3. FACT: The Rector is right. UVa should not increase tuition to pay for continuing its grant aid
promise to students from low-income families. Doing so would force more students to
require financial aid, further driving up the cost of AccessUVa. Also, it would drive a wedge
between higher and lower income students. Instead, UVa should secure the $6 million a
year it proposes to cut in grant aid either from its existing $1.4 billion annual budget or new
sources.2 Finding it should be possible. $6 million is barely one-half of one percent of UVa’s
annual operating budget.
The choice to cut from the lowest-income students first does not reflect UVa's values or
Thomas Jefferson's original vision. Grant aid for our neediest students should be a budget
priority, not a budget casualty.
4. FACT: Although many institutions are not need-blind regarding
admissions, many of UVa’s competitors are. For example, UNC-Chapel
Hill, Georgetown, Duke, and William & Mary are all need-blind. A needblind admissions policy, however, is meaningless if the university doesn’t
offer its students enough aid to meet their need. UVa would be falsely
admitting students, ultimately denying them by not giving them enough
grant-based financial aid to afford the University.

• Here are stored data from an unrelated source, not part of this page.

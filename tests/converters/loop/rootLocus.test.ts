import { expect, it } from 'vitest'
import { analyse, analyseRootLocus } from '@/converters'
import { buckDesign } from '@/tests/support/designs'
import { expectRelative } from '@/tests/support/expectRelative'

it('passes through the closed-loop poles at the present gain, and ends on poles and zeros of the open loop', () => {
  const locus = analyseRootLocus(buckDesign())
  const { loop, plant } = analyse(buckDesign())
  const present = locus.branches.map((branch) => branch[locus.present]!)
  for (const pole of loop!.closedLoopPoles) {
    const nearest = Math.min(...present.map((p) => Math.hypot(p.real - pole.real, p.imaginary - pole.imaginary)))
    expect(nearest).toBeLessThan(1e-6 * Math.hypot(pole.real, pole.imaginary))
  }
  // Evans: with the gain gone the branches start at the open-loop poles, which are the plant's and the network's.
  const size = (p: { real: number; imaginary: number }) => Math.hypot(p.real, p.imaginary)
  const start = locus.branches.map((branch) => size(branch[0]!)).sort((a, b) => a - b)
  const open = [...plant.poles, ...loop!.compensatorPoles].map(size).sort((a, b) => a - b)
  open.slice(1).forEach((value, i) => expectRelative(start[i + 1]!, value, 0.35))
  expect(start).toHaveLength(open.length)
})

it('leaves the left half plane where the averaged loop loses its gain margin', () => {
  const design = buckDesign({ amplifier: { kind: 'op-amp', gainBandwidth: 3e6, openLoopGain: 1e4 } })
  const { averagedMargins } = analyse(design)
  const { stableRange } = analyseRootLocus(design)
  expect(averagedMargins!.gainMargin).not.toBeNull()
  expect(Math.abs(stableRange!.highestDb! - averagedMargins!.gainMargin!)).toBeLessThan(1.01)
  expect(stableRange!.lowestDb).toBeNull()
})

5. FACT: While UVa may claim to meet 100% of need, what's different now
is that they want to do so with loans. UVa would have students from the
lowest income families borrow as much as $28,000 in new student loans
to get a UVa degree. That’s not meeting need. Cutting grant aid and
increasing student loan debt is the opposite of meeting need and would
drive students away from the University.
6. FACT: UVa competitors like Cornell, Duke, Berkeley, and William & Mary all
cap loan debt for middle and upper middle-income students as do some 50
other colleges of varying wealth. It’s surprising that UVa, the wealthiest
public college in the nation, would choose to cut grant aid to students from
the neediest families while boasting of maintaining a loan cap for students
from middle-income families. The question that UVa must answer is why, if
it had to cut somewhere, it chose to cut grant aid to students from the
poorest families, who do not have a safety net like other students do.
7. FACT: The income-based repayment system (IBR) referenced is a federal system,
not UVa's. Moreover, most students who use that system have to pay more over
the course of repayment because IBR draws out the repayment schedule. The way
IBR works is that a student gets to make lower monthly payments, but over a
longer period of time with interest accruing during that time. It's like getting lower
minimum payments on your credit card — a good option to have in times of
distress, but in general not a long-term benefit.
8. FACT: It trivializes the financial burden low-income students face to compare the terms of a
federal student loan to a car loan, a loan that is not relevant for the vast majority of lowincome students. Requiring very low-income students to assume debt to better educate
themselves and move up the socioeconomic ladder is entirely different than individuals at
various life stages choosing to take out a loan for a consumption commodity — one that
most poor students do not take on.
9. FACT: Not all of UVa's endowment is restricted in its use. In fact, about one-third of the money
that can be spent out of the endowment each year is unrestricted. Specifically, the University's
website states: "The estimated distribution for fiscal year 2012-13 is about $138.9 million.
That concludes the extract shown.